Data supplied:
::::::
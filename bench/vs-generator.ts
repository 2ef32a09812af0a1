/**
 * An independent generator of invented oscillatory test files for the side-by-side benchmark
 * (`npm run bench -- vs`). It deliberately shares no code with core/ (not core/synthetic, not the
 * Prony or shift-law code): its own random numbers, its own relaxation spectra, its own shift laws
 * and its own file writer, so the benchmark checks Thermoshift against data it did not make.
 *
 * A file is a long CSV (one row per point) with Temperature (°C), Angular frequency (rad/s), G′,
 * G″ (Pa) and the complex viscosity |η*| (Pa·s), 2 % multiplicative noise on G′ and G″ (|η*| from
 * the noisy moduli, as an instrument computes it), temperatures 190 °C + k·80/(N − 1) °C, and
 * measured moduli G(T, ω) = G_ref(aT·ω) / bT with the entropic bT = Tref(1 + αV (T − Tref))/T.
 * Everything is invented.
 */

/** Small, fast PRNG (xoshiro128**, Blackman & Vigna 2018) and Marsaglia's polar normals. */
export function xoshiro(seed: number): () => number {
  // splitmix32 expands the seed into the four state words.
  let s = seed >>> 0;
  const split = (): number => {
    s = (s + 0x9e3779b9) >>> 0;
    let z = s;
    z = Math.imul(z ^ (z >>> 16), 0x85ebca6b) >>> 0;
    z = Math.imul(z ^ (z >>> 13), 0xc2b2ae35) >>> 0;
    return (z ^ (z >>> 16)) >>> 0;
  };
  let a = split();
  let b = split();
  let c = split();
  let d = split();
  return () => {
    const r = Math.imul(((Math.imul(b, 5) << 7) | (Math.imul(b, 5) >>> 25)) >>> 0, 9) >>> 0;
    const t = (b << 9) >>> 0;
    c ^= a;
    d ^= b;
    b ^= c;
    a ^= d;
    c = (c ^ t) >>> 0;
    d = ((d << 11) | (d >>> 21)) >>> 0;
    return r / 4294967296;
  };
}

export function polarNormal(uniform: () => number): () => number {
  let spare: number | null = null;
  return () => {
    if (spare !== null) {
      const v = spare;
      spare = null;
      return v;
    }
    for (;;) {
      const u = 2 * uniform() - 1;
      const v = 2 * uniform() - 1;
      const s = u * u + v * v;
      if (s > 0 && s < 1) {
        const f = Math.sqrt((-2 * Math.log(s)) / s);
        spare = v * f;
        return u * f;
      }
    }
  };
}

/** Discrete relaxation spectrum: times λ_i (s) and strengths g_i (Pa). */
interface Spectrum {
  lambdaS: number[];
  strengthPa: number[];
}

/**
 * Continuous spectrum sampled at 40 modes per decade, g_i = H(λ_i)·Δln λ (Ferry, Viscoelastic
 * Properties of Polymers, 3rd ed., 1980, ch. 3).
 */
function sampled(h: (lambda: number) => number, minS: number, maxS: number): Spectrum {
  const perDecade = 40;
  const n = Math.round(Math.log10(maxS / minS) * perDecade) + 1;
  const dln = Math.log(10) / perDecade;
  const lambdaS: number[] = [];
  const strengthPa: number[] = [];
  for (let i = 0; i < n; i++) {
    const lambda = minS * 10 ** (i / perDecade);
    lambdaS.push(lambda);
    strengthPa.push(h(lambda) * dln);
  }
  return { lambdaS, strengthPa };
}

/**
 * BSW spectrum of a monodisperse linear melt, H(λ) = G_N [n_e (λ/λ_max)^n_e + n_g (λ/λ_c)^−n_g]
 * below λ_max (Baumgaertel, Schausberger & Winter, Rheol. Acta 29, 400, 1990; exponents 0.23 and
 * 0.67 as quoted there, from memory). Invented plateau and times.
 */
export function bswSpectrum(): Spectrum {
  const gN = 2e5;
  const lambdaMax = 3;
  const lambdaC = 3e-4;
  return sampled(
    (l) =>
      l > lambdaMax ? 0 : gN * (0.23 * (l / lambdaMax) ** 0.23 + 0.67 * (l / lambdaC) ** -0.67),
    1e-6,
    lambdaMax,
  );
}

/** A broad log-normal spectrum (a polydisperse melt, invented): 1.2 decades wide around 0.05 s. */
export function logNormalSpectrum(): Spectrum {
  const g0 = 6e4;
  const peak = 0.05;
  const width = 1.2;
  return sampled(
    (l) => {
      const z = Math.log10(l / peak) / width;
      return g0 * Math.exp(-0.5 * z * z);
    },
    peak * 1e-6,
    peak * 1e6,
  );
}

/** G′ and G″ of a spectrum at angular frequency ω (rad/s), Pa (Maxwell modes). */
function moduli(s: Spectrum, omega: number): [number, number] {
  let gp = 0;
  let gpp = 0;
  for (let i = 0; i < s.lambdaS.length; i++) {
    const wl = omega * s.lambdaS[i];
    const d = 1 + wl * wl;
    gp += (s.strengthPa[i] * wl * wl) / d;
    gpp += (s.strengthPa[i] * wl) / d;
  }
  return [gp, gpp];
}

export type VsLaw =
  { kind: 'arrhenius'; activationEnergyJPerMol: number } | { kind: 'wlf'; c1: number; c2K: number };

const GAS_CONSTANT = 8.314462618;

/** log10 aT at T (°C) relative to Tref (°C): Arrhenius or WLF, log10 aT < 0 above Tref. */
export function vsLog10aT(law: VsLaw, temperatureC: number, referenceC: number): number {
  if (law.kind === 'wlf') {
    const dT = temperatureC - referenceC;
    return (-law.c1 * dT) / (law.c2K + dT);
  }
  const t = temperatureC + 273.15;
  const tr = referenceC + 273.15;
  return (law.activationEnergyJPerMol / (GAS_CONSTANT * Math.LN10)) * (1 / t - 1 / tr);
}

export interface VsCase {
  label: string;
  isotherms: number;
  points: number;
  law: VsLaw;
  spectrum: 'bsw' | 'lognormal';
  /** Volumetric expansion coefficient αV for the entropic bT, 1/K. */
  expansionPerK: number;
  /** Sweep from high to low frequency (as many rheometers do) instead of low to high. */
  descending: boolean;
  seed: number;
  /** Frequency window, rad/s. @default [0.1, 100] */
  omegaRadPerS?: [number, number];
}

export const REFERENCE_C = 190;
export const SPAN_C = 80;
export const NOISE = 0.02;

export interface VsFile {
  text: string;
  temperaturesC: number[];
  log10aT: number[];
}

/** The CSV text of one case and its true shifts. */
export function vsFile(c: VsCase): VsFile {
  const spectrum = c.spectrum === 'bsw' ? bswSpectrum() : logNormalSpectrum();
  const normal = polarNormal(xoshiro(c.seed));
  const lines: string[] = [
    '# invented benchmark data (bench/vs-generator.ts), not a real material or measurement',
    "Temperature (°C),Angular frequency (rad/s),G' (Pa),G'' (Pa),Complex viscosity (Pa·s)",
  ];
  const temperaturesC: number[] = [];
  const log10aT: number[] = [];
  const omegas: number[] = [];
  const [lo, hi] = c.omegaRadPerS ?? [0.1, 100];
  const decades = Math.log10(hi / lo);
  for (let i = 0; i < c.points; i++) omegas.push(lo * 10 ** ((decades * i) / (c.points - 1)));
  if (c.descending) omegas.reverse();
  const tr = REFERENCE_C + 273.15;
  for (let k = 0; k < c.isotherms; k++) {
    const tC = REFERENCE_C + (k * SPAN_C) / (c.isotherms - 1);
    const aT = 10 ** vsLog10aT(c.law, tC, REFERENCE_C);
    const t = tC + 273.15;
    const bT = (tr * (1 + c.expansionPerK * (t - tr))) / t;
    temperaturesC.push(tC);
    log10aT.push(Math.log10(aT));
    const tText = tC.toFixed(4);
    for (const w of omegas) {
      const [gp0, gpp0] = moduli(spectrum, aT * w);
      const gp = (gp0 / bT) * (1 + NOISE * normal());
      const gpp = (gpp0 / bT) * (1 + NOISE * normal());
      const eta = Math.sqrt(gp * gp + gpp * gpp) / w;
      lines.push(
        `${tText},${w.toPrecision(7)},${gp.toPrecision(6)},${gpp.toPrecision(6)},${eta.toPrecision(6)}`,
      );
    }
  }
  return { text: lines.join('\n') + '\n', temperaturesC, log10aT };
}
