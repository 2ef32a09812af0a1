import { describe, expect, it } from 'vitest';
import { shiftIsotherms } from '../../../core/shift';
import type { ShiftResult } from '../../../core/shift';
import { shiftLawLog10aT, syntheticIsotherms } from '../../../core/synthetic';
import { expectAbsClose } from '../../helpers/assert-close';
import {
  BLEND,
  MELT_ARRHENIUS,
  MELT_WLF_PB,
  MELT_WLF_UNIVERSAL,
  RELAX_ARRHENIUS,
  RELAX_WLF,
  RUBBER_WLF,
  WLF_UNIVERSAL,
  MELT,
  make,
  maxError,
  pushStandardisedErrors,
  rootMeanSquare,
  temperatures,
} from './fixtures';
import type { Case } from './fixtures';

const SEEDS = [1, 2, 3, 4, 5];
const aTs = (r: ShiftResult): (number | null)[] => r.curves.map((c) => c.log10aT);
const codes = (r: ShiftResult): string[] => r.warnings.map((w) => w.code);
::::::
Activity:
Whenever a line of the data above includes the word "minS", copy that line.

Output of the task:
function sampled(h: (lambda: number) => number, minS: number, maxS: number): Spectrum {
  const n = Math.round(Math.log10(maxS / minS) * perDecade) + 1;
    const lambda = minS * 10 ** (i / perDecade);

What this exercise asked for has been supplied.